> **Work to be completed**
Reproduce, without any change, the span of lines from the opening of the records below to the line containing "FOREGLOW_EXPECTS((*maps)->grid == sky.grid);", inclusive.

*** Dataset content Section Begins ***

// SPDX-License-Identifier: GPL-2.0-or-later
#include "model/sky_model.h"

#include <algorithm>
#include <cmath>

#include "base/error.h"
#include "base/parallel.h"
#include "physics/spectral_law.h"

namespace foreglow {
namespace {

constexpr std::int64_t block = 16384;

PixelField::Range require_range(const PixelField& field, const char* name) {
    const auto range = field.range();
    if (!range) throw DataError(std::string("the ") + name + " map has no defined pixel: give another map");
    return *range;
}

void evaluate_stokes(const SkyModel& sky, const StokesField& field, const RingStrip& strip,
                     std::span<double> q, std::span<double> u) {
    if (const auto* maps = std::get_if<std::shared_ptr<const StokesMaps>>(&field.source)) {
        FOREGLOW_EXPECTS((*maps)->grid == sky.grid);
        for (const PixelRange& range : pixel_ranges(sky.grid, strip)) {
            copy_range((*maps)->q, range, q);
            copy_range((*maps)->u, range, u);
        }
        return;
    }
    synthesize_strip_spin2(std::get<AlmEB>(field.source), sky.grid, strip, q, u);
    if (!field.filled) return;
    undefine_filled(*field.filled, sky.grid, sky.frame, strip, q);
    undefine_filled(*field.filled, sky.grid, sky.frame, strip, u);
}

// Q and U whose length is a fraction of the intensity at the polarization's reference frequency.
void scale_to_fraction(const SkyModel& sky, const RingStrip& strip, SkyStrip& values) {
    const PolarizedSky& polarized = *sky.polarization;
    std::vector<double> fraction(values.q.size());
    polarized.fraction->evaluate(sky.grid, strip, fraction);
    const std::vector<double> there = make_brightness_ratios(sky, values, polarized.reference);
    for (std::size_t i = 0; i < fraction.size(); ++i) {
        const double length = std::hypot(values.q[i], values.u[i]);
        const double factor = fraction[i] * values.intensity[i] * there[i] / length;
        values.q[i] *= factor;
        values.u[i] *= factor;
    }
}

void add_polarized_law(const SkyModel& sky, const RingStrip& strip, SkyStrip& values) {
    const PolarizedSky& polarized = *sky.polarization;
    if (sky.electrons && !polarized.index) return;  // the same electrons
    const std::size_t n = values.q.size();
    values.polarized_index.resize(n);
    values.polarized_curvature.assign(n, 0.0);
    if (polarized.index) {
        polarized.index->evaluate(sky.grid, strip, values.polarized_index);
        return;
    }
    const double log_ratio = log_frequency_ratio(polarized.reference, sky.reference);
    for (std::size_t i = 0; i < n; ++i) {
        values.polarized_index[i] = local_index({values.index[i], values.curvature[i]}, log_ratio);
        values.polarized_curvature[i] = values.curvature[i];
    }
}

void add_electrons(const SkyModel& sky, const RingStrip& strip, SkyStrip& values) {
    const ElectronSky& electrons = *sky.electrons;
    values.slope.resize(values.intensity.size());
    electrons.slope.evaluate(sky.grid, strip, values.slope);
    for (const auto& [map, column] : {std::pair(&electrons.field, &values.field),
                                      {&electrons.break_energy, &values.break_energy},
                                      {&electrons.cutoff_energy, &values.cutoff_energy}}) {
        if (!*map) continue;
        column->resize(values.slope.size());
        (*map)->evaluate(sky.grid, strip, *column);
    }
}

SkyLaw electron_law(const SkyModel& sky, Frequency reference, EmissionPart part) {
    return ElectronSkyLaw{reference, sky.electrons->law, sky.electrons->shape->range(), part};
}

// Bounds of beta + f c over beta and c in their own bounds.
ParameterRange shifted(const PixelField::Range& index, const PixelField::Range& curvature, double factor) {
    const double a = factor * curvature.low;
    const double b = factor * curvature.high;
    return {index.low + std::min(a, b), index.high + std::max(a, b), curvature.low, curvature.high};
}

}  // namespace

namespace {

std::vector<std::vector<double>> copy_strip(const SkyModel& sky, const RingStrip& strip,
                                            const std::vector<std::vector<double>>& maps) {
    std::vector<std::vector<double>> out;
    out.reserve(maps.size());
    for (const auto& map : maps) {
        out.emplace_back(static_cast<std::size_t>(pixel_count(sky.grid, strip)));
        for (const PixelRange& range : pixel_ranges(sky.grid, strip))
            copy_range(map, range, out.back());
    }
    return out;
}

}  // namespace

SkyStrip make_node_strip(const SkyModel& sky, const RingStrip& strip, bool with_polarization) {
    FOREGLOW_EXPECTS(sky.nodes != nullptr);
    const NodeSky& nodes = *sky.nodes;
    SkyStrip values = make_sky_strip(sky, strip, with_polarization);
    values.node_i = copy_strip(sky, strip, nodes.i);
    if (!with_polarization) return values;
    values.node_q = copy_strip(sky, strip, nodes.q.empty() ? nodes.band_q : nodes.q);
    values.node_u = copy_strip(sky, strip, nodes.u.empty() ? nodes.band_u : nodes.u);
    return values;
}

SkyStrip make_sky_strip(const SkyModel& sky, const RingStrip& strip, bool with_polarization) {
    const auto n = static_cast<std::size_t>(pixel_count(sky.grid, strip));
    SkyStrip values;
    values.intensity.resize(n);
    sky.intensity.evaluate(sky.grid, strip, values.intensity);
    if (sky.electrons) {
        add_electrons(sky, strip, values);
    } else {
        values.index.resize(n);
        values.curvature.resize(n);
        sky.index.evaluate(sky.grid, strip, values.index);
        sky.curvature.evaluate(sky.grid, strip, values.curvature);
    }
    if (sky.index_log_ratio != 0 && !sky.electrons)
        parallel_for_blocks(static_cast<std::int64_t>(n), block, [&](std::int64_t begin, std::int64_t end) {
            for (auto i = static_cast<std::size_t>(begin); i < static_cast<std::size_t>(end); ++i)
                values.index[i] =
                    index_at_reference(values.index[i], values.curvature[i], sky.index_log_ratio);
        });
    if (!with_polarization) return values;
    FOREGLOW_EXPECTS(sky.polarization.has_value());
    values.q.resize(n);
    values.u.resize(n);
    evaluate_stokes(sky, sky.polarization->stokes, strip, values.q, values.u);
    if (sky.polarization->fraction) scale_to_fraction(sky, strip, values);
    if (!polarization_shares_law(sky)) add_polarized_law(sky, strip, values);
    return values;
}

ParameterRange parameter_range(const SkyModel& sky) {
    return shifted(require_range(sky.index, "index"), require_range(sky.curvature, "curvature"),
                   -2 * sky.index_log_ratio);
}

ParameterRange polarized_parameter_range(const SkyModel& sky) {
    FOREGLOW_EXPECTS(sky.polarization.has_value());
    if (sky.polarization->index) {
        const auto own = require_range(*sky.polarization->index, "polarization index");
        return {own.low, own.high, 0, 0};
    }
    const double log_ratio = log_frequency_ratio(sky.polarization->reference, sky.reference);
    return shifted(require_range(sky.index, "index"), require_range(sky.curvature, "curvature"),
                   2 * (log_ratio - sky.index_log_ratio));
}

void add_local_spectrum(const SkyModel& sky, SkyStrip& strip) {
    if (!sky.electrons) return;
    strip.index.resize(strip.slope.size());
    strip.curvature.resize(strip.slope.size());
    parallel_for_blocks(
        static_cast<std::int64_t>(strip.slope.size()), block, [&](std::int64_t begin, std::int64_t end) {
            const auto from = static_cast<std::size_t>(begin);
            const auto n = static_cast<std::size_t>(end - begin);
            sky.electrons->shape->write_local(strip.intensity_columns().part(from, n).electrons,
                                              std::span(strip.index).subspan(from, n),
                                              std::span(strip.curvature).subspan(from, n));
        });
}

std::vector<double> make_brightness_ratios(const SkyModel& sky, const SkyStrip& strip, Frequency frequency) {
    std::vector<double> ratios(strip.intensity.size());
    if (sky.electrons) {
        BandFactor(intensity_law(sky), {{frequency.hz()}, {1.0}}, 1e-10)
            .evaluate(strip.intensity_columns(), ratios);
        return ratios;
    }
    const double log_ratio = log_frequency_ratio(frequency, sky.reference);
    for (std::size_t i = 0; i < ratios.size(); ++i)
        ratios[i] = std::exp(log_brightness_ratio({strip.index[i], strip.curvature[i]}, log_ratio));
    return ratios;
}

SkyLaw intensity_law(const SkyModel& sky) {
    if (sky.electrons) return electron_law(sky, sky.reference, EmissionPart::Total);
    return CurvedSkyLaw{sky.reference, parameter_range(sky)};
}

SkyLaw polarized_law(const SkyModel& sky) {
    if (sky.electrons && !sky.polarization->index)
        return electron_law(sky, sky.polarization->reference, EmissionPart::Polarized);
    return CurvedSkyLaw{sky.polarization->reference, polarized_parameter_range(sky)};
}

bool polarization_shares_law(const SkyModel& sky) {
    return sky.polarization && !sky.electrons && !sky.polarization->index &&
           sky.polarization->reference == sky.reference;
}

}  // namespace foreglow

*** Dataset content Section Ends ***

> **Response below**
// SPDX-License-Identifier: GPL-2.0-or-later
#include "model/sky_model.h"

#include <algorithm>
#include <cmath>

#include "base/error.h"
#include "base/parallel.h"
#include "physics/spectral_law.h"

namespace foreglow {
namespace {

constexpr std::int64_t block = 16384;

PixelField::Range require_range(const PixelField& field, const char* name) {
    const auto range = field.range();
    if (!range) throw DataError(std::string("the ") + name + " map has no defined pixel: give another map");
    return *range;
}

void evaluate_stokes(const SkyModel& sky, const StokesField& field, const RingStrip& strip,
                     std::span<double> q, std::span<double> u) {
    if (const auto* maps = std::get_if<std::shared_ptr<const StokesMaps>>(&field.source)) {
        FOREGLOW_EXPECTS((*maps)->grid == sky.grid);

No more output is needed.